The trends in MV use also differed by race/ethnicity (Fig. 2). In the ≥7 times per week MV consumption category, NH whites and Hispanics significantly decreased, from 35.4% in 2006 to 24.9% in 2016 in NH whites (PR, 0.71; 95% CI, 0.67–0.76) and from 30.6% in 2006 to 22.1% in 2016 in Hispanics (PR, 0.66; 95% CI, 0.55–0.79). NH blacks experienced a nonsignificant decrease from 23.8% in 2006 to 21.8% in 2016 (PR, 0.98; 95% CI, 0.81–1.18). The prevalence of no MV use significantly increased for the racial/ethnic groups included in the analyses.

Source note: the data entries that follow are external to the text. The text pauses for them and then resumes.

//! The account of a run: sums over samples before and after, and the ledger made of them.

use super::{Job, Progress, reading_windows};
use crate::error::{Error, Result};
use crate::map::Map;
use crate::measure::{Balance, Costs, Frame, Local, Sum, closure, step_overshoot};
use crate::raster::{Digest, Header, MissingCodes, Sample, SampleType, Samples, Source, Window};
use crate::report::{
    Blur, Centroid, Displacement, Flux, KernelEntry, Ledger, LocalClosure, Noise, Pixels, RasterEntry,
    Ringing, SumUnderestimated, Time, Transfer, peak_memory_bytes,
};
use crate::resample::{Counts, Limit, Plan, Reduce, Rules, Shifted, Values};
use crate::with_samples;
use rayon::prelude::*;

/// Sums over the samples of one raster, band by band.
pub struct Account {
    frame: Frame,
    /// To input positions; the identity for the input itself.
    back: Map,
    /// What the samples are sums over their pixel already.
    total: bool,
    bands: Vec<Balance>,
    /// Of totals that go in: what lies in the frame of the output, for its centre.
    framed: Vec<Balance>,
    overshoot: u64,
}

impl Account {
    /// For a raster of `size` whose positions `back` takes to input positions, and which shares what lies within `other`.
    /// Of totals every pixel counts whole: it holds nothing but what it was given.
    pub fn new(back: &Map, size: (usize, usize), other: (usize, usize), bands: usize, total: bool) -> Self {
        let frame = if total { Frame::whole(size) } else { Frame::new(back, size, other) };
        let bands = vec![Balance::default(); bands];
        Account { frame, back: *back, total, bands, framed: Vec::new(), overshoot: 0 }
    }

    /// For the input: positions stay, the frame is the output's, into which `onward` leads.
    fn of_input(
        onward: &Map,
        size: (usize, usize),
        target: (usize, usize),
        bands: usize,
        total: bool,
    ) -> Self {
        let bands = vec![Balance::default(); bands];
        let framed = if total { bands.clone() } else { Vec::new() };
        Account {
            frame: Frame::new(onward, size, target),
            back: Map::IDENTITY,
            total,
            bands,
            framed,
            overshoot: 0,
        }
    }

    /// Adds a window of all bands; counts what lies outside the range of `limits`, band by band.
    pub fn add(
        &mut self,
        window: &Window,
        samples: &Samples,
        codes: &MissingCodes,
        limits: Option<&Account>,
    ) {
        let width = window.columns.len();
        let by_area = !self.total;
        let whole = Frame::whole((window.rows.end, window.columns.end));
        // Totals that go in count wherever they lie; what lies in the output's frame is added up beside.
        let frame = if self.framed.is_empty() { &self.frame } else { &whole };
        for (b, balance) in self.bands.iter_mut().enumerate() {
            let range = limits.and_then(|l| l.bands.get(b)).map(|l| l.range).filter(|r| r.0 <= r.1);
            let start = b * window.area();
            // Row by row in parallel, merged in order: the same sums for any number of threads.
            let rows: Vec<(Balance, Balance, u64)> = window
                .rows
                .clone()
                .into_par_iter()
                .map_init(
                    || (vec![0.0; width], Vec::new()),
                    |(line, shares), r| {
                        let at = start + (r - window.rows.start) * width;
                        with_samples!(samples, v => as_f64(&v[at..at + width], codes, line));
                        let (mut part, mut framed) = (Balance::default(), Balance::default());
                        let back = &self.back;
                        part.add_row(frame, back, by_area, r, &window.columns, line, shares);
                        if self.total {
                            framed.add_row(&self.frame, back, by_area, r, &window.columns, line, shares);
                        }
                        let over = range
                            .map_or(0, |(low, high)| line.iter().filter(|v| **v < low || **v > high).count());
                        (part, framed, over as u64)
                    },
                )
                .collect();
            for (part, framed, over) in &rows {
                balance.merge(part);
                self.framed.get_mut(b).into_iter().for_each(|f| f.merge(framed));
                self.overshoot += over;
            }
        }
    }

    /// Takes back what does not count on both sides.
    pub(super) fn take(&mut self, band: usize, signal: f64, modulus: f64, moments: (f64, f64)) {
        // Totals that came out count wherever they lie; of those that went in, the framed ones are compared.
        if self.total && self.framed.is_empty() {
            return;
        }
        let balances = if self.framed.is_empty() { &mut self.bands } else { &mut self.framed };
        if let Some(b) = balances.get_mut(band) {
            b.take(signal, modulus, moments);
        }
    }

    /// How pixels lie in the other frame.
    pub(super) fn frame(&self) -> &Frame {
        &self.frame
    }

    /// Missing samples over all bands.
    pub fn missing(&self) -> u64 {
        self.bands.iter().map(|b| b.missing).sum()
    }

    fn sum(&self) -> Balance {
        add_up(&self.bands)
    }

    /// Centre of what lies in the frame that input and output share.
    fn centroid(&self) -> Option<[f64; 2]> {
        if self.framed.is_empty() { self.sum().centroid() } else { add_up(&self.framed).centroid() }
    }

    /// Whether some valid sample is below 0.
    pub fn has_negative(&self) -> bool {
        self.bands.iter().any(|b| b.range.0 < 0.0)
    }
}

fn add_up(bands: &[Balance]) -> Balance {
    bands.iter().fold(Balance::default(), |mut all, b| {
        all.merge(b);
        all
    })
}

/// A row as f64 with NaN for what is missing; codes are compared as the type stores them.
pub(super) fn as_f64<S: Sample>(stored: &[S], codes: &MissingCodes, out: &mut [f64]) {
    let codes: Vec<S> = codes.of();
    for (d, s) in out.iter_mut().zip(stored) {
        *d = if codes.iter().any(|c| s.is(*c)) { f64::NAN } else { s.wide() };
    }
}

/// All bands of a window as f64, NaN = missing, one after the other.
pub(super) fn bands_of<'a>(
    samples: &'a Samples,
    window: &Window,
    bands: usize,
    codes: &'a MissingCodes,
) -> impl Iterator<Item = Vec<f64>> + 'a {
    let area = window.area();
    (0..bands).map(move |b| {
        let mut out = vec![0.0; area];
        with_samples!(samples, v => as_f64(&v[b * area..(b + 1) * area], codes, &mut out));
        out
    })
}

/// What reading the input once tells.
pub struct Inspected {
    /// Its sums.
    pub account: Account,
    /// What of it belongs to each part of the output.
    pub local: Local,
    /// Its digest.
    pub sha256: String,
}

/// Reads the input once from end to end.
pub fn inspect(
    source: &dyn Source,
    back: &Map,
    target: (usize, usize),
    codes: &MissingCodes,
    rules: &Rules,
    progress: &dyn Progress,
) -> Result<Inspected> {
    let header = source.header();
    let onward = back.invert()?;
    let size = (header.grid.rows, header.grid.columns);
    let mut digest = Digest::new(header);
    let total = rules.values == Values::Total;
    let mut account = Account::of_input(&onward, size, target, header.bands, total);
    let mut local = Local::new(back, size, target, total)?;
    let (mut done, total) = (0, header.grid.pixels() + target.0 * target.1);
    for window in reading_windows(header, rules.memory) {
        if progress.stopped() {
            return Err(Error::Stopped);
        }
        let samples = source.read(0..header.bands, &window)?;
        digest.feed(&window, &samples);
        account.add(&window, &samples, codes, None);
        for values in bands_of(&samples, &window, header.bands, codes) {
            local.add_before(&window.rows, &window.columns, &values);
        }
        done += window.area();
        progress.advance(done as u64, total as u64);
    }
    Ok(Inspected { account, local, sha256: digest.finish(header) })
}

/// All that a ledger is made of.
pub struct Run<'a> {
    pub job: &'a Job,
    pub command: &'a [String],
    pub plan: &'a Plan,
    pub from: &'a Header,
    pub to: &'a Header,
    /// Of input and output.
    pub digests: (String, String),
    pub before: &'a Account,
    pub after: &'a Account,
    pub counts: Counts,
    pub near_gap: u64,
    pub shifted: Shifted,
    pub local: &'a Local,
    pub costs: Costs,
    pub underestimates: [Option<f64>; 4],
    pub seconds: f64,
}

impl Run<'_> {
    /// Writes it all down.
    pub fn ledger(&self) -> Ledger {
        let (rules, kernel) = (&self.job.rules, &self.job.rules.kernel);
        let (before, after) = (self.before.sum(), self.after.sum());
        let total_values = rules.values == Values::Total;
        let s = &self.shifted;
        // What comes out of totals: in the frame, beyond it, and what gaps swallowed, less what was filled in at them.
        let mut beyond = Sum::default();
        if total_values {
            beyond.merge(&s.left_frame);
            beyond.merge(&s.dropped);
            beyond.add(-s.filled.value());
        }
        let total = (self.to.grid.pixels() * self.to.bands) as u64;
        let closure = closure(&before, &after, &beyond);
        let finite = |v: f64| v.is_finite().then_some(v);
        let entry = |path: &std::path::Path, header: &Header, sha256: &str| RasterEntry {
            path: path.to_owned(),
            sha256: sha256.to_owned(),
            rows: header.grid.rows,
            columns: header.grid.columns,
            bands: header.bands,
            sample_type: header.sample_type,
            grid: header.grid.clone(),
        };
        let area = {
            let j = self.job.back.jacobian(0.0, 0.0);
            if total_values { 1.0 } else { (j[0][0] * j[1][1] - j[0][1] * j[1][0]).abs() }
        };
        Ledger {
            regauge: env!("CARGO_PKG_VERSION").to_owned(),
            command: self.command.to_vec(),
            inputs: vec![entry(&self.job.input, self.from, &self.digests.0)],
            output: entry(&self.job.output, self.to, &self.digests.1),
            kernel: KernelEntry {
                name: kernel.name().to_owned(),
                taps: kernel.taps(),
                order: kernel.order(),
                poles: kernel.poles(),
            },
            extension: rules.edges().to_string(),
            values: rules.values.to_string(),
            reduce: reduce_name(self.plan, rules.reduce).into(),
            method: self.plan.method().into(),
            pixels: Pixels {
                total,
                valid: after.valid,
                missing: after.missing,
                clipped_low: self.counts.clipped_low,
                clipped_high: self.counts.clipped_high,
                overshoot: self.after.overshoot,
                near_gap: self.near_gap,
                moved_off_code: self.counts.moved_off_code,
                limited: s.limited,
            },
            // The sum of class codes or of angles tells nothing.
            flux: if !matches!(rules.values, Values::Density | Values::Total) {
                Flux::default()
            } else {
                Flux {
                    before: finite(before.signal.value()),
                    after: finite(after.signal.value()),
                    left_frame: total_values.then(|| s.left_frame.value()),
                    filled_at_gaps: total_values.then(|| s.filled.value()),
                    lost_in_gaps: total_values.then(|| s.dropped.value()),
                    limited: (rules.limit != Limit::None).then(|| s.moved.value() * area),
                    beyond_limits: (rules.limit != Limit::None).then(|| s.beyond_limits.value()),
                    rounding: is_integer(self.to.sample_type).then_some(self.counts.rounding * area),
                    closure: closure.and_then(finite),
                    tolerance: rules.tolerance,
                    // A closure that cannot be had (no signal) has nothing to be off.
                    closed: rules.tolerance.map(|t| closure.is_none_or(|c| c.abs() <= t)),
                    local_closure: Some(self.local_closure()),
                }
            },
            centroid: Centroid { before: self.before.centroid(), after: self.after.centroid() },
            displacement: Displacement {
                rows: self.costs.displacement.0,
                columns: self.costs.displacement.1,
                sigma: self.costs.displacement_sigma,
                how: "predicted".into(),
            },
            blur: Blur {
                transfer: Transfer {
                    at_010: self.costs.transfer[0],
                    at_025: self.costs.transfer[1],
                    at_040: self.costs.transfer[2],
                },
                mtf50: self.costs.mtf50,
            },
            ringing: Ringing {
                step_overshoot: if matches!(self.plan, Plan::Copy { .. }) {
                    Some(0.0)
                } else if reduce_name(self.plan, rules.reduce) == "none" {
                    step_overshoot(kernel)
                } else {
                    super::windows::widened_overshoot(
                        self.plan,
                        rules,
                        (self.from.grid.rows, self.from.grid.columns),
                    )
                },
            },
            noise: Noise {
                gain_mean: self.costs.gain[0],
                gain_min: self.costs.gain[1],
                gain_max: self.costs.gain[2],
                lag1_rows: self.costs.lag1_rows,
                lag1_columns: self.costs.lag1_columns,
                sum_underestimated: SumUnderestimated::of(self.underestimates),
            },
            time: Time {
                seconds: self.seconds,
                megapixels_per_second: total as f64 / 1e6 / self.seconds.max(1e-9),
                peak_memory_bytes: peak_memory_bytes(),
            },
            // A job is made of numbers, names and paths: it always has a JSON form.
            job: serde_json::to_value(self.job).unwrap_or_default(),
        }
    }
}

impl Run<'_> {
    fn local_closure(&self) -> LocalClosure {
        let (rows, columns, values) = self.local.closure();
        let (down, across) = self.local.step();
        LocalClosure { rows, columns, cell: [down, across], values }
    }
}

fn is_integer(t: SampleType) -> bool {
    t.integer_range().is_some()
}

/// What was done against aliasing, as it turned out.
fn reduce_name(plan: &Plan, asked: Reduce) -> &'static str {
    use crate::resample::axis::Way;
    let widened = match plan {
        Plan::Copy { .. } | Plan::Overlap { .. } | Plan::Shear(_) | Plan::Majority { .. } => false,
        Plan::RowsAndColumns { rows, columns, .. } => [rows, columns].iter().any(|a| {
            matches!(a.way, Way::Widen(_) | Way::WidenThenPrefilter(_) | Way::LeastSquares(_))
                || matches!(a.way, Way::Fourier(s) if s > 1.0)
        }),
        Plan::Gather { stretch, .. } => *stretch != (1.0, 1.0),
    };
    match (widened, asked) {
        (false, _) => "none",
        (true, Reduce::LeastSquares) => "least-squares",
        (true, _) => "widen",
    }
}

In NH whites, the prevalence of no MV use increased from 44.1% in 2006 to 57.9% in 2016 (PR, 1.50; 95% CI, 1.42–1.60). In NH blacks, the prevalence of no MV use increased from 52.6% in 2006 to 71.3% in 2016 (PR, 1.18; 95% CI, 1.04–1.32). In Hispanics, the prevalence of no MV use increased from 40.3% in 2006 to 59.3% in 2016 (PR, 1.30; 95% CI, 1.15–1.45). In the 1–3 times per week and 4–6 times per week MV consumption categories, NH whites experienced significant decreases in both categories (1–3 times per week: PR, 0.62; 95% CI, 0.50–0.78; 4–6 times per week: PR, 0.79; 95% CI, 0.66–0.95). NH blacks also experienced a significant decrease in the 4–6 times per week MV consumption category (PR, 0.56; 95% CI, 0.37–0.85).

FIG. 2.

FIG. 2.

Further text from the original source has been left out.